Monday, 14 March 2011

SQL Varchar Comparison Ignores Right Hand White Space

MS SQL Server Text Comparisons

I was doing some work in SQL 2008 today that involved some data cleaning from a scraper that was extracting specific data from a webpage and trying to match it in a DB. The data was very dirty and not consistent in the slightest so I was running it through a number of custom parser functions to try and find matches.

Whilst doing this I came across something that I certainly thought was odd and hadn't seen before. I don't know if this is a well know "quirk" in MS SQL or not but a couple of colleagues had never seen it either.

It involved string comparisons where one string had white space to the right hand side of it and the other had no space either side and a string comparison matched.

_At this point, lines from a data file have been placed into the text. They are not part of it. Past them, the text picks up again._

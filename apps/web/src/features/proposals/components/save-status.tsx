import { Alert, Button, HStack, Spinner, Text } from '@chakra-ui/react';
import { StatusIndicator } from '@/components/ui/status-indicator';
import { formatInstant } from '@/lib/time';
import type { SaveState } from '../autosave';
import { formatClock } from '../format';

/**
 * Where the autosave stands, in words, announced politely: "Saving…", "Saved · 12:04",
 * "Not saved — retry". A conflict is shown apart, as an alert (see ConflictNotice).
 */
export function SaveStatus({
  state,
  lastChanged,
  onRetry,
}: {
  state: SaveState;
  /** The proposal's updatedAt, for before the first save here. */
  lastChanged: string;
  onRetry: () => void;
}) {
  let content;
  switch (state.kind) {
    case 'idle':
      content = (
        <Text color="fg.muted" fontSize="sm">
          Saved · last changed {formatInstant(lastChanged)}
        </Text>
      );
      break;
    case 'saving':
      content = (
        <HStack gap="2" color="fg.muted" fontSize="sm">
          <Spinner size="xs" aria-hidden />
          <Text>Saving…</Text>
        </HStack>
      );
      break;
    case 'saved':
      content = (
        <StatusIndicator tone="success" fontSize="sm">
          Saved · {formatClock(state.at)}
        </StatusIndicator>
      );
      break;
    case 'invalid':
      content = (
        <StatusIndicator tone="blocker" fontSize="sm">
          Not saved — correct the marked field
        </StatusIndicator>
      );
      break;
    case 'failed':
      content = (
        <HStack gap="2" wrap="wrap">
          <StatusIndicator tone="blocker" fontSize="sm" title={state.message}>
            Not saved — {state.message}
          </StatusIndicator>
          <Button size="xs" variant="outline" onClick={onRetry}>
            Retry
          </Button>
        </HStack>
      );
      break;
    case 'conflict':
      content = (
        <StatusIndicator tone="warning" fontSize="sm">
          Not saved — someone else changed this proposal
        </StatusIndicator>
      );
      break;
  }
  return (
    <div role="status" aria-live="polite" data-save-state={state.kind}>
      {content}
    </div>
  );
}

/** After a 409: what happened, that the text is kept, and the two ways on. */
export function ConflictNotice({
  onReapply,
  onDiscard,
  pending,
}: {
  onReapply: () => void;
  onDiscard: () => void;
  pending: boolean;
}) {
  return (
    <Alert.Root status="warning" colorPalette="warning" role="alert" alignItems="start">
      <Alert.Indicator />
      <Alert.Content gap="3">
        <Alert.Title>
          Someone else changed this proposal; your text is kept below — reload their version and
          re-apply?
        </Alert.Title>
        <Alert.Description>
          Re-applying saves your text over theirs in the fields you changed; their other changes
          stay. Or take their version and drop your unsaved edits.
        </Alert.Description>
        <HStack gap="2" wrap="wrap">
          <Button size="sm" onClick={onReapply} loading={pending}>
            Reload and re-apply my text
          </Button>
          <Button size="sm" variant="outline" onClick={onDiscard} disabled={pending}>
            Take their version
          </Button>
        </HStack>
      </Alert.Content>
    </Alert.Root>
  );
}
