import type { OutgoingEmail } from '../mail/mail.service.js';
import { utcText } from '../proposals/proposal-checks.js';

/**
 * The e-mails of the review stage. They name the call, the proposals (reference and title) and
 * the due date, never a member of a proposal's team, so they are the same in anonymous calls.
 */

export interface AssignedProposal {
  reference: string;
  title: string;
}

interface RefereeAddress {
  email: string;
  name: string;
}

const reviewingUrl = (base: string) => `${base.replace(/\/$/, '')}/reviewing`;
const listed = (ps: AssignedProposal[]) =>
  ps.map((p) => `${p.reference} “${p.title || 'untitled'}”`).join('; ');
const plural = (n: number, one: string, many: string) => `${n} ${n === 1 ? one : many}`;

export function assignmentEmail(args: {
  base: string;
  to: RefereeAddress;
  call: { code: string; title: string; reviewDueAt: Date };
  proposals: AssignedProposal[];
}): OutgoingEmail {
  const { call, proposals } = args;
  return {
    to: args.to.email,
    subject: `${plural(proposals.length, 'proposal', 'proposals')} to review for call ${call.code}`,
    kind: 'review.assigned',
    content: {
      greeting: `Dear ${args.to.name},`,
      paragraphs: [
        `You have been asked to review ${plural(proposals.length, 'proposal', 'proposals')} of call ${call.code} (${call.title}): ${listed(proposals)}.`,
        `Reviews are due ${utcText(call.reviewDueAt)}. If you are in conflict with a proposal, or cannot review it, say so on its page so the chair can find another referee.`,
      ],
      action: { label: 'Open Reviewing', url: reviewingUrl(args.base) },
    },
  };
}

export function reviewReminderEmail(args: {
  base: string;
  to: RefereeAddress;
  call: { code: string; reviewDueAt: Date };
  kind: '3d' | '1d';
  proposals: AssignedProposal[];
}): OutgoingEmail {
  const { call, proposals } = args;
  const left = args.kind === '3d' ? '3 days' : '1 day';
  return {
    to: args.to.email,
    subject: `Reviews for call ${call.code} are due in ${left}`,
    kind: 'review.reminder',
    content: {
      greeting: `Dear ${args.to.name},`,
      paragraphs: [
        `Your reviews for call ${call.code} are due ${utcText(call.reviewDueAt)}, in about ${left}, and ${plural(proposals.length, 'review is', 'reviews are')} not submitted yet: ${listed(proposals)}.`,
        'After the due date the server takes no more changes.',
      ],
      action: { label: 'Open Reviewing', url: reviewingUrl(args.base) },
    },
  };
}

This only occurs when the white space is to the right hand side of the text and not to the left hand side as the following test shows.

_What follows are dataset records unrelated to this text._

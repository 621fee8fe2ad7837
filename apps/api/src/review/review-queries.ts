/**
 * SQL the review services share. Automatic conflicts are computed here from the live team
 * (never stored), so they follow the team as it changes.
 */

const norm = (column: string) => `lower(btrim(${column}))`;

/**
 * Whether referee `refereeSql` (an expression giving a users row alias with id, email,
 * affiliation) is in conflict with proposal `proposalSql` through its team: on it (as a member or
 * an invitation to their address), or sharing an affiliation with a member.
 */
export const autoConflictSql = (referee: string, proposal: string) => `EXISTS (
  SELECT 1 FROM proposal_members m LEFT JOIN users mu ON mu.id = m.user_id
   WHERE m.proposal_id = ${proposal}
     AND (m.user_id = ${referee}.id
          OR (m.user_id IS NULL AND lower(m.email) = lower(${referee}.email))
          OR (mu.id IS NOT NULL AND ${norm(`${referee}.affiliation`)} <> ''
              AND ${norm('mu.affiliation')} = ${norm(`${referee}.affiliation`)})))`;

/**
 * Every conflict of the call's pool ($1 the call's id): automatic (team or affiliation) and
 * declared, one row per referee and proposal, a declaration first.
 */
export const POOL_CONFLICTS_SQL = `
  WITH pool AS (
    SELECT u.id, u.email, u.affiliation FROM call_roles r JOIN users u ON u.id = r.user_id
     WHERE r.call_id = $1 AND r.role = 'referee'),
  props AS (
    SELECT id, reference FROM proposals
     WHERE call_id = $1 AND status IN ('submitted', 'under_review'))
  SELECT DISTINCT ON (x.referee_id, x.proposal_id) x.referee_id, x.proposal_id, p.reference,
         x.kind, x.reason
    FROM (
      SELECT d.referee_id, d.proposal_id, 'declared' AS kind, d.reason, 0 AS rank
        FROM referee_conflicts d JOIN pool ON pool.id = d.referee_id
      UNION ALL
      SELECT pool.id, m.proposal_id,
             CASE WHEN m.user_id = pool.id OR (m.user_id IS NULL AND lower(m.email) = lower(pool.email))
                  THEN 'team' ELSE 'affiliation' END,
             CASE WHEN m.user_id = pool.id OR (m.user_id IS NULL AND lower(m.email) = lower(pool.email))
                  THEN 'On the proposal''s team'
                  ELSE 'Shares an affiliation with a member of the team' END,
             CASE WHEN m.user_id = pool.id THEN 1 ELSE 2 END
        FROM pool
        JOIN proposal_members m ON m.proposal_id IN (SELECT id FROM props)
        LEFT JOIN users mu ON mu.id = m.user_id
       WHERE m.user_id = pool.id
          OR (m.user_id IS NULL AND lower(m.email) = lower(pool.email))
          OR (mu.id IS NOT NULL AND ${norm('pool.affiliation')} <> ''
              AND ${norm('mu.affiliation')} = ${norm('pool.affiliation')})
    ) x
    JOIN props p ON p.id = x.proposal_id
   ORDER BY x.referee_id, x.proposal_id, x.rank`;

I had never come across this quirk before so I thought I would make a note of it incase others hadn't either. I ran this test on 2008 and 2005 with the same results.

DECLARE @Test1 varchar(100),
@Test2 varchar(100),
@Test3 varchar(100)

SELECT @Test1 = 'Stratford ',
@Test2 = ' Stratford',
@Test3 = ' Stratford '

IF @Test1 = 'Stratford'
PRINT 'Is Stratford'
ELSE
PRINT 'Is not Stratford'

IF @Test2 = 'Stratford'
PRINT 'Is Stratford'
ELSE
PRINT 'Is not Stratford'

IF @Test3 = 'Stratford'
PRINT 'Is Stratford'
ELSE
PRINT 'Is not Stratford'

SELECT '"' + @Test1 + '"', '"' + @Test2 + '"', '"' + @Test3 + '"'




The output I get is the following


Is Stratford
Is not Stratford
Is not Stratford

and then a recordset.

"Stratford    " "   Stratford" "   Stratford   "
Maybe this is a well known behaviour but I wasn't expecting it to behave like this so it threw me off a bit during my cleanup process.


1 comment:

Pseudothink said...

Also watch out if regular white spaces (ASCII code 32) are mixed in with non-breaking spaces (ASCII code 160). SQL will recognize trailing non-breaking spaces, unlike white spaces.